*** Opening Materials provided ***

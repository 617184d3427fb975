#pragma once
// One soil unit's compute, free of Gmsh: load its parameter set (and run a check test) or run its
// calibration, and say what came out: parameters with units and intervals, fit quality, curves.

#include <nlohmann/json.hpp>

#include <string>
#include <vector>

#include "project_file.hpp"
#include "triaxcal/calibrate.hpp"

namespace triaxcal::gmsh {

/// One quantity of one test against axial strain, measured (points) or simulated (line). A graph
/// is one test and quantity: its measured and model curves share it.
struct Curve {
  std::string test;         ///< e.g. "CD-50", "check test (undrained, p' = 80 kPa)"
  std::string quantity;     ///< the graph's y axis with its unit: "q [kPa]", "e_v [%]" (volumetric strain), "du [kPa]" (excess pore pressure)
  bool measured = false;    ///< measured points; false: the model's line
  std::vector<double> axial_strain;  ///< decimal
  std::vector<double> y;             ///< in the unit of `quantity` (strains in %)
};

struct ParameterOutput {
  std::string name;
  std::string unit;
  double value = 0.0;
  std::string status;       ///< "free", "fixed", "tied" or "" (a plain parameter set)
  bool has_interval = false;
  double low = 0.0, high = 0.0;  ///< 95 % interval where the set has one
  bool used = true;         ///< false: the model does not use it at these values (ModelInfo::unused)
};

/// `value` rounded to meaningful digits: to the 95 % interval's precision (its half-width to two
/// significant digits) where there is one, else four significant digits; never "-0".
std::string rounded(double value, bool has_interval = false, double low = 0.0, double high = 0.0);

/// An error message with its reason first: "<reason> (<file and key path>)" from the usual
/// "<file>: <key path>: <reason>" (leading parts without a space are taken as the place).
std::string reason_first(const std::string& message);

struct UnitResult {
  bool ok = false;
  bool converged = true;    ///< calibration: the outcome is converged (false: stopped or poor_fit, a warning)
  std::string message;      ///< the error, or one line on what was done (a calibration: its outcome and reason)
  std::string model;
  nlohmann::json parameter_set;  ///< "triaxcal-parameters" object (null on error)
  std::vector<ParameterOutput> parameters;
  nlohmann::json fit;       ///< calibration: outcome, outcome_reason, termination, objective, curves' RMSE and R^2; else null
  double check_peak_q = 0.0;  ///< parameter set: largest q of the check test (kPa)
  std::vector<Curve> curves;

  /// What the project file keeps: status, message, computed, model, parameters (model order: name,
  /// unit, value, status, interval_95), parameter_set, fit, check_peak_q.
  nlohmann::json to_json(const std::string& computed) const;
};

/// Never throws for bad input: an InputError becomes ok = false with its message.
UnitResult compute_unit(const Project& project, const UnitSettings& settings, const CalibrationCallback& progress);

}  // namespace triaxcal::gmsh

*** Closing Materials provided ***

» **What to work on**:
Give back the whole listing above, identical in every line.

» **Output for this task**:
repository 617184d3427fb975
#pragma once
// One soil unit's compute, free of Gmsh: load its parameter set (and run a check test) or run its
// calibration, and say what came out: parameters with units and intervals, fit quality, curves.

#include <nlohmann/json.hpp>

#include <string>
#include <vector>

#include "project_file.hpp"
#include "triaxcal/calibrate.hpp"

namespace triaxcal::gmsh {

/// One quantity of one test against axial strain, measured (points) or simulated (line). A graph
/// is one test and quantity: its measured and model curves share it.
struct Curve {
  std::string test;         ///< e.g. "CD-50", "check test (undrained, p' = 80 kPa)"
  std::string quantity;     ///< the graph's y axis with its unit: "q [kPa]", "e_v [%]" (volumetric strain), "du [kPa]" (excess pore pressure)
  bool measured = false;    ///< measured points; false: the model's line
  std::vector<double> axial_strain;  ///< decimal
  std::vector<double> y;             ///< in the unit of `quantity` (strains in %)
};

struct ParameterOutput {
  std::string name;
  std::string unit;
  double value = 0.0;
  std::string status;       ///< "free", "fixed", "tied" or "" (a plain parameter set)
  bool has_interval = false;
  double low = 0.0, high = 0.0;  ///< 95 % interval where the set has one
  bool used = true;         ///< false: the model does not use it at these values (ModelInfo::unused)
};

/// `value` rounded to meaningful digits: to the 95 % interval's precision (its half-width to two
/// significant digits) where there is one, else four significant digits; never "-0".
std::string rounded(double value, bool has_interval = false, double low = 0.0, double high = 0.0);

/// An error message with its reason first: "<reason> (<file and key path>)" from the usual
/// "<file>: <key path>: <reason>" (leading parts without a space are taken as the place).
std::string reason_first(const std::string& message);

struct UnitResult {
  bool ok = false;
  bool converged = true;    ///< calibration: the outcome is converged (false: stopped or poor_fit, a warning)
  std::string message;      ///< the error, or one line on what was done (a calibration: its outcome and reason)
  std::string model;
  nlohmann::json parameter_set;  ///< "triaxcal-parameters" object (null on error)
  std::vector<ParameterOutput> parameters;
  nlohmann::json fit;       ///< calibration: outcome, outcome_reason, termination, objective, curves' RMSE and R^2; else null
  double check_peak_q = 0.0;  ///< parameter set: largest q of the check test (kPa)
  std::vector<Curve> curves;

  /// What the project file keeps: status, message, computed, model, parameters (model order: name,
  /// unit, value, status, interval_95), parameter_set, fit, check_peak_q.
  nlohmann::json to_json(const std::string& computed) const;
};

/// Never throws for bad input: an InputError becomes ok = false with its message.
UnitResult compute_unit(const Project& project, const UnitSettings& settings, const CalibrationCallback& progress);

}  // namespace triaxcal::gmsh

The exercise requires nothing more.